Start of EXTRACTED RECORDS

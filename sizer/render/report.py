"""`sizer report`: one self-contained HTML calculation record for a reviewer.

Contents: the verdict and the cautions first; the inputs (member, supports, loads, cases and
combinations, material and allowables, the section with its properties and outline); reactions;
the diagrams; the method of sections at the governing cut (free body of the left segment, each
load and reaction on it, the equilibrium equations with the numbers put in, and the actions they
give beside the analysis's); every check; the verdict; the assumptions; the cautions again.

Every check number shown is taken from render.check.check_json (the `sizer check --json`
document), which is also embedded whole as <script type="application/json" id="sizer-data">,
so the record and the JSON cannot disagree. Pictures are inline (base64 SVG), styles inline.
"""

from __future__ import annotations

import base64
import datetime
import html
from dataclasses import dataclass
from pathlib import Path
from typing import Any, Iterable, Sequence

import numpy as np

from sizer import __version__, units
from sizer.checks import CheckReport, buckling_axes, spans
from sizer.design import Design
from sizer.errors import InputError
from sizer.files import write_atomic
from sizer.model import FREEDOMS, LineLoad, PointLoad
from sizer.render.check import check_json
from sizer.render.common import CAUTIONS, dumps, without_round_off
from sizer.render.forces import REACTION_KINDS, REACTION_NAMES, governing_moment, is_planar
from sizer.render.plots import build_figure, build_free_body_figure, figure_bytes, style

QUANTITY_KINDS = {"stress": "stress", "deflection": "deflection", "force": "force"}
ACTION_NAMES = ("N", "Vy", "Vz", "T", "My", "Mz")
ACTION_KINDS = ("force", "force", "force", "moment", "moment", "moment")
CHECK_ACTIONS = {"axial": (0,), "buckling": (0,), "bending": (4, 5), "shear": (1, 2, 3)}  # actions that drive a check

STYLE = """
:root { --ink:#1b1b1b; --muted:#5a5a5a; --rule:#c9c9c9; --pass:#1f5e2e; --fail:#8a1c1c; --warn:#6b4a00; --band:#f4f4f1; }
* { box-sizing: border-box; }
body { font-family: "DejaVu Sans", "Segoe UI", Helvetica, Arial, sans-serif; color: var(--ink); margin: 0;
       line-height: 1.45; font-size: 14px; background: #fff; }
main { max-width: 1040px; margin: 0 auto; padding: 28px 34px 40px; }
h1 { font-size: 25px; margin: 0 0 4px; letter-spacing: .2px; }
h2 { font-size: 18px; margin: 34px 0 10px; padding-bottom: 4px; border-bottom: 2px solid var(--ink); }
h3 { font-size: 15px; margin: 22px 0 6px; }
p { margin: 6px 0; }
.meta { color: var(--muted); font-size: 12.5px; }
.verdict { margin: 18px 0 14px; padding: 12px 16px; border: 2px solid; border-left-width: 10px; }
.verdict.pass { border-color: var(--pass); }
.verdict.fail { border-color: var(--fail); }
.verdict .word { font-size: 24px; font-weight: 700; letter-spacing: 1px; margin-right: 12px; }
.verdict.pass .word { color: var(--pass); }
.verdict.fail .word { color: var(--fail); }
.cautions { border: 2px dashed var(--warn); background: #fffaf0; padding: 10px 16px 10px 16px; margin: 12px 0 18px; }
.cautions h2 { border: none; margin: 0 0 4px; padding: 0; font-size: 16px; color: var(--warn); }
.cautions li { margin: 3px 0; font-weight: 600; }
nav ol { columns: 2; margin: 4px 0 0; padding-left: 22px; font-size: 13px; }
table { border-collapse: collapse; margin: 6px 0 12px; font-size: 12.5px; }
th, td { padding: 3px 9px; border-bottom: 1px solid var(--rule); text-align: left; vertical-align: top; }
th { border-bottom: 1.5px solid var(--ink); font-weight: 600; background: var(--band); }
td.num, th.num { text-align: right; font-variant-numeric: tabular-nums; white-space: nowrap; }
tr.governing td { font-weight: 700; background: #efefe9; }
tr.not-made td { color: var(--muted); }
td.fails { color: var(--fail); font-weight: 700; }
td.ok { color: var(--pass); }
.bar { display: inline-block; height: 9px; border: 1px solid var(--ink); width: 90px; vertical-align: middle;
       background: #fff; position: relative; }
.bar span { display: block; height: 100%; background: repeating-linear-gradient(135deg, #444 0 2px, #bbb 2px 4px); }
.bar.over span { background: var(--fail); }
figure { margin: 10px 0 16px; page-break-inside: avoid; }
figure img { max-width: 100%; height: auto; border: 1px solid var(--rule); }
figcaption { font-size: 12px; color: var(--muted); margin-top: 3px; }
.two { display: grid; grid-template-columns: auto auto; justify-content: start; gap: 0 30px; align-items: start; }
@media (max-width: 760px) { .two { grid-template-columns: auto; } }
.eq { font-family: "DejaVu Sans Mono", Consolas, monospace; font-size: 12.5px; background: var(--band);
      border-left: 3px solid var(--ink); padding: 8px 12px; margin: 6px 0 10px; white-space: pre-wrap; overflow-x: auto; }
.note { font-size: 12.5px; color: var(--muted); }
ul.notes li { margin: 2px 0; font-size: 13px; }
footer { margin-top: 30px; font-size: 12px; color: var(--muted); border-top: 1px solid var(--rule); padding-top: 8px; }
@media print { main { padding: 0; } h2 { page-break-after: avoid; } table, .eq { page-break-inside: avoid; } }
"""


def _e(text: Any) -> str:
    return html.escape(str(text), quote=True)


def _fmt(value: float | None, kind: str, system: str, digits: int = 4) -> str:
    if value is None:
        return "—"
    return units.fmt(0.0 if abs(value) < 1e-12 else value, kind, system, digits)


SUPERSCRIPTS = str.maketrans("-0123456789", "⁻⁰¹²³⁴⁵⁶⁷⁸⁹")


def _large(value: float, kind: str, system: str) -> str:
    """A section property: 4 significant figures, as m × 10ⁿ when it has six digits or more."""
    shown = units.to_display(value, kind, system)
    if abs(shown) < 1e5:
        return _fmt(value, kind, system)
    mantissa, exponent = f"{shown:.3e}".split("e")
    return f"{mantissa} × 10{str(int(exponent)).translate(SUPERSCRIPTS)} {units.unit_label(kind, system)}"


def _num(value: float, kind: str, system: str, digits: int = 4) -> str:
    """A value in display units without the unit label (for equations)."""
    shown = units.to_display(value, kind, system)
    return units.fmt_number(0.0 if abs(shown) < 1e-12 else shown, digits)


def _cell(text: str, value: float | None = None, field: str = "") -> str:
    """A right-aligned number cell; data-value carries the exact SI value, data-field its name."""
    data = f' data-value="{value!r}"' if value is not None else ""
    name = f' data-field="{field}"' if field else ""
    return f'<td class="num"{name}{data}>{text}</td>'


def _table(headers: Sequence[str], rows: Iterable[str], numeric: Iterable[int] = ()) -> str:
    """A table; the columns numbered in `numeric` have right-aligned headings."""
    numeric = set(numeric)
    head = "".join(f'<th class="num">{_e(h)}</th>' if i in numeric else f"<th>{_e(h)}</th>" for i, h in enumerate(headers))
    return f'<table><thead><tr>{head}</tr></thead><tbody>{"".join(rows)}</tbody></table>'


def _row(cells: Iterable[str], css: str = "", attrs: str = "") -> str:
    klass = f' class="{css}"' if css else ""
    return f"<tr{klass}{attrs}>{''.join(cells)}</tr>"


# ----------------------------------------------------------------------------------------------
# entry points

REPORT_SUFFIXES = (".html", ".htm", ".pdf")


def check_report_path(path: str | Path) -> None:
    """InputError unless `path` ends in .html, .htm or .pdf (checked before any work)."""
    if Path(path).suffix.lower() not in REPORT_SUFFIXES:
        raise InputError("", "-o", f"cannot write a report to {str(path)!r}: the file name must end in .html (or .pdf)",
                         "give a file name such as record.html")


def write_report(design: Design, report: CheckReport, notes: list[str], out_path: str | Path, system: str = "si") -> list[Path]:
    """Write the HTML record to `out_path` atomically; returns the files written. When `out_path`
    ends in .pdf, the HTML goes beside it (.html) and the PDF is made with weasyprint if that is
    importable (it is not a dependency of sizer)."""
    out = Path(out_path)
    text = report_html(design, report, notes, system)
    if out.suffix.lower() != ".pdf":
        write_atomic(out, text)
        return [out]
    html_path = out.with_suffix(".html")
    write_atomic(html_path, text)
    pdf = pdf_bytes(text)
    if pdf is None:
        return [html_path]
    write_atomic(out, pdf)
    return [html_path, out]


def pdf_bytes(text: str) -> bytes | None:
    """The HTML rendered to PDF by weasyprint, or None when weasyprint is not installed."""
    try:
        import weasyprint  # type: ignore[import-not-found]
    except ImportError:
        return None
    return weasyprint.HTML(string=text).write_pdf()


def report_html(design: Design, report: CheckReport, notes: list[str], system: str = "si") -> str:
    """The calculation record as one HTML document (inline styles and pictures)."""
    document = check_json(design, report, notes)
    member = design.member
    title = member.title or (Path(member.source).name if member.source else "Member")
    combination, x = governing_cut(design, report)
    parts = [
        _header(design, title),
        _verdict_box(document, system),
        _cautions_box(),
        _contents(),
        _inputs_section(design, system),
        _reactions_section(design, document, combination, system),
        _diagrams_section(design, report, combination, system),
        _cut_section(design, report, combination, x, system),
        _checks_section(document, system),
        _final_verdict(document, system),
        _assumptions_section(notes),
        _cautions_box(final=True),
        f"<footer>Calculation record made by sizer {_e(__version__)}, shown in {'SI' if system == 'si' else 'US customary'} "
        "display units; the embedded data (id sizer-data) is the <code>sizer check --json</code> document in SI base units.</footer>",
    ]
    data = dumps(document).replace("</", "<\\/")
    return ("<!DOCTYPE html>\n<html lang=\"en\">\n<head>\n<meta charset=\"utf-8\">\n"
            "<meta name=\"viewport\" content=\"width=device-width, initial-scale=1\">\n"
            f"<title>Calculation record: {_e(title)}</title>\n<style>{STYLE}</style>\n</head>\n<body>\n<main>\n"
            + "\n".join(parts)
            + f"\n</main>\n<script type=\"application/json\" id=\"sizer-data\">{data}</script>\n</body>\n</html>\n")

End of EXTRACTED RECORDS

▸ PROBLEM
After locating the line holding "Contents: the verdict" above, output exactly that line and every line after it through the line holding "the diagrams; the". Include nothing else.

▸ RESPONSE TO THE TASK
Contents: the verdict and the cautions first; the inputs (member, supports, loads, cases and
combinations, material and allowables, the section with its properties and outline); reactions;
the diagrams; the method of sections at the governing cut (free body of the left segment, each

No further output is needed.